Críticas de Sandel e Nozick à teoria da justiça de Rawls

A teoria da justiça de Rawls tem sido muito discutida e confrontada com vários tipos de críticas, sobretudo de comunitaristas, libertaristas e igualitaristas, como Sandel e Nozick.

Michael Sandel (n. 1953) é um filósofo comunitarista, que rejeita qualquer forma de liberalismo. Em termos gerais os comunitaristas consideram que cada um de nós não pertence apenas a si mesmo, uma vez que nascemos já ligados a obrigações que nos são anteriores e que, portanto, nós próprios não escolhemos. Por exemplo, nascemos no seio de uma família a que iremos inevitavelmente estar ligados por deveres e fidelidades que não decidimos. Portanto, estamos amarrados a compromissos e estabelecemos laços comunitários que, em parte, fazem de nós as pessoas que somos. É também no seio de uma comunidade concreta que se desenvolve a nossa noção do bem e o nosso sentido moral, dos quais dependem a própria ideia de justiça. Fora da sua comunidade ninguém seria a pessoa que é, pelo não há realmente um “eu” isolado. Um eu desenraizado de qualquer comunidade, é um eu abstrato que não existe em lado algum.

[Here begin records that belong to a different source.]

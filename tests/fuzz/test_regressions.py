"""Defects the fuzz tests found, each pinned by the smallest request that showed it."""

from __future__ import annotations

import json
import warnings
from typing import Any

from factories import make_compare_definition, make_definition
from fastapi import FastAPI
from fuzz_kit import Api

from service.checks.lie_factor import worst

PROBLEM = "application/problem+json"


def test_an_offset_past_64_bit_integers_is_refused_not_a_server_error(api: Api) -> None:
    # Found by schemathesis: GET /v1/reports?offset=345284530309763546148318422669197312 was a
    # 500 (OverflowError: Python int too large to convert to SQLite INTEGER).
    response = api.send("GET", "/v1/reports", params={"offset": str(10**35)})
    assert response.status_code == 422
    assert response.headers["content-type"].startswith(PROBLEM)
    assert any("offset" in e["path"] for e in response.json()["errors"])
    assert api.send("GET", "/v1/reports", params={"offset": "1000000000"}).status_code == 200


def test_a_body_that_is_not_utf8_is_a_problem_document(api: Api) -> None:
    # Found by schemathesis: a body of bytes that are not UTF-8 on a route with a JSON body was
    # answered 400 {"detail": "There was an error parsing the body"}: not a problem document, and
    # a status the route did not document.
    response = api.send(
        "POST",
        "/v1/reports/pk_00000000000000000000000000000000/request-changes",
        content=b"\xa3L4A\xff\x1f",
        headers={"Content-Type": "application/json"},
    )
    assert response.status_code == 400
    assert response.headers["content-type"].startswith(PROBLEM)
    body = response.json()
    assert body["code"] == "unreadable_body"
    assert "UTF-8" in body["detail"]


def test_an_unknown_route_is_a_problem_document(api: Api) -> None:
    response = api.send("GET", "/v1/no-such-route")
    assert response.status_code == 404
    assert response.headers["content-type"].startswith(PROBLEM)
    assert response.json()["code"] == "not_found"


def test_a_status_filter_is_described_as_the_values_it_takes(api: Api, fuzz_app: FastAPI) -> None:
    # Found by schemathesis: 'status' was documented as any text, yet 'closed' was refused (a
    # schema-valid request rejected). The document now gives the pattern the service enforces.
    parameters = fuzz_app.openapi()["paths"]["/v1/reports"]["get"]["parameters"]
    status = next(p for p in parameters if p["name"] == "status")
    assert "signed_off" in str(status["schema"])
    assert api.send("GET", "/v1/reports", params={"status": "closed"}).status_code == 422
    assert api.send("GET", "/v1/reports", params={"status": "draft"}).status_code == 200


def _responses(app: FastAPI, path: str, method: str) -> dict[str, Any]:
    responses: dict[str, Any] = app.openapi()["paths"][path][method]["responses"]
    return responses


def test_every_refusal_a_route_gives_is_documented_as_a_problem(fuzz_app: FastAPI) -> None:
    # Found by schemathesis: 401 from /v1/check and /v1/verify, 202 from POST /v1/reports and
    # 400 from the review actions were answered but not documented.
    assert {"401", "413", "422"} <= set(_responses(fuzz_app, "/v1/check", "post"))
    assert "401" in _responses(fuzz_app, "/v1/verify", "post")
    assert {"201", "202", "429"} <= set(_responses(fuzz_app, "/v1/reports", "post"))
    waivers = _responses(fuzz_app, "/v1/reports/{pack_id}/waivers", "post")
    assert "400" in waivers
    for status, entry in waivers.items():
        if status.startswith("4"):
            schema = entry["content"][PROBLEM]["schema"]
            assert {"type", "title", "status", "code", "detail"} <= set(schema["required"])


def test_a_value_near_the_smallest_float_does_not_overflow_the_lie_factor() -> None:
    # Found by the definition fuzz: a compare chart with 5e-324 beside ordinary values made
    # numpy warn "overflow encountered in divide" in the lie factor (an error where warnings are
    # errors, as in this suite). Pairs whose effect overflows define no factor.
    values = [5e-324, 100.0, 200.0]
    with warnings.catch_warnings():
        warnings.simplefilter("error")
        factor = worst(values, values)
    assert factor is not None
    assert abs(factor - 1.0) < 1e-9


def test_a_compare_chart_with_a_subnormal_value_is_checked(api: Api) -> None:
    definition = make_compare_definition({"North": 5e-324, "South": 40.0, "East": 55.5})
    response = api.post_json("/v1/check", _json(definition))
    assert response.status_code == 200, response.text
    lie = [c for c in response.json()["checks"] if c["check"] == "lie-factor"]
    assert lie, "the lie factor ran"


def test_a_plain_definition_still_passes(api: Api) -> None:
    assert api.post_json("/v1/check", _json(make_definition())).status_code == 200


def _json(definition: dict[str, Any]) -> bytes:
    return json.dumps(definition).encode()


def test_a_query_parameter_given_twice_is_refused(api: Api) -> None:
    """Found by schemathesis: ``?period=a&period=b`` was read as its last value, and answered."""
    answer = api.send("GET", "/v1/reports?period=2026&period=2025&status=draft")
    assert answer.status_code == 422, answer.text
    assert "period" in answer.json()["detail"]
    assert "more than once" in answer.json()["detail"]


def test_an_unknown_query_parameter_is_refused_naming_the_ones_the_route_takes(api: Api) -> None:
    """Found by schemathesis: ``?limit=1&!3;PhSW[=null`` was answered as if the stranger were not
    there; a typo such as ``stauts`` would have listed every pack instead of the wanted ones."""
    answer = api.send("GET", "/v1/reports?stauts=draft")
    assert answer.status_code == 422, answer.text
    assert "stauts" in answer.json()["detail"]
    assert "status" in answer.json()["detail"]  # among the ones it takes
    assert api.send("GET", "/v1/reports?status=draft").status_code == 200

Sandel considera que é precisamente essa conceção abstrata do eu que encontramos na posição original, ou seja, a de indivíduos desenraizados e despojados pelo véu de ignorância de qualquer vínculo social concreto. Perante isto, Sandel não irá sequer discutir o conteúdo dos princípios da justiça defendidos por Rawls, pois é o próprio método que supostamente nos levaria a escolher tais princípios que ele irá rejeitar, ou seja, Sandel rejeita a ideia da posição original e do véu de ignorância. Para Sandel, qualquer conceção da justiça que parta da ignorância da nossa situação concreta como membros de uma dada comunidade equivale a ignorar a própria noção do bem comum, a qual é construída no seio dessa comunidade. Assim, escolhas feitas a coberto do véu de ignorância podem até ser imparciais, mas isso não as torna boas, pois são moralmente vazias e cegas: não passam de meras preferências amorais.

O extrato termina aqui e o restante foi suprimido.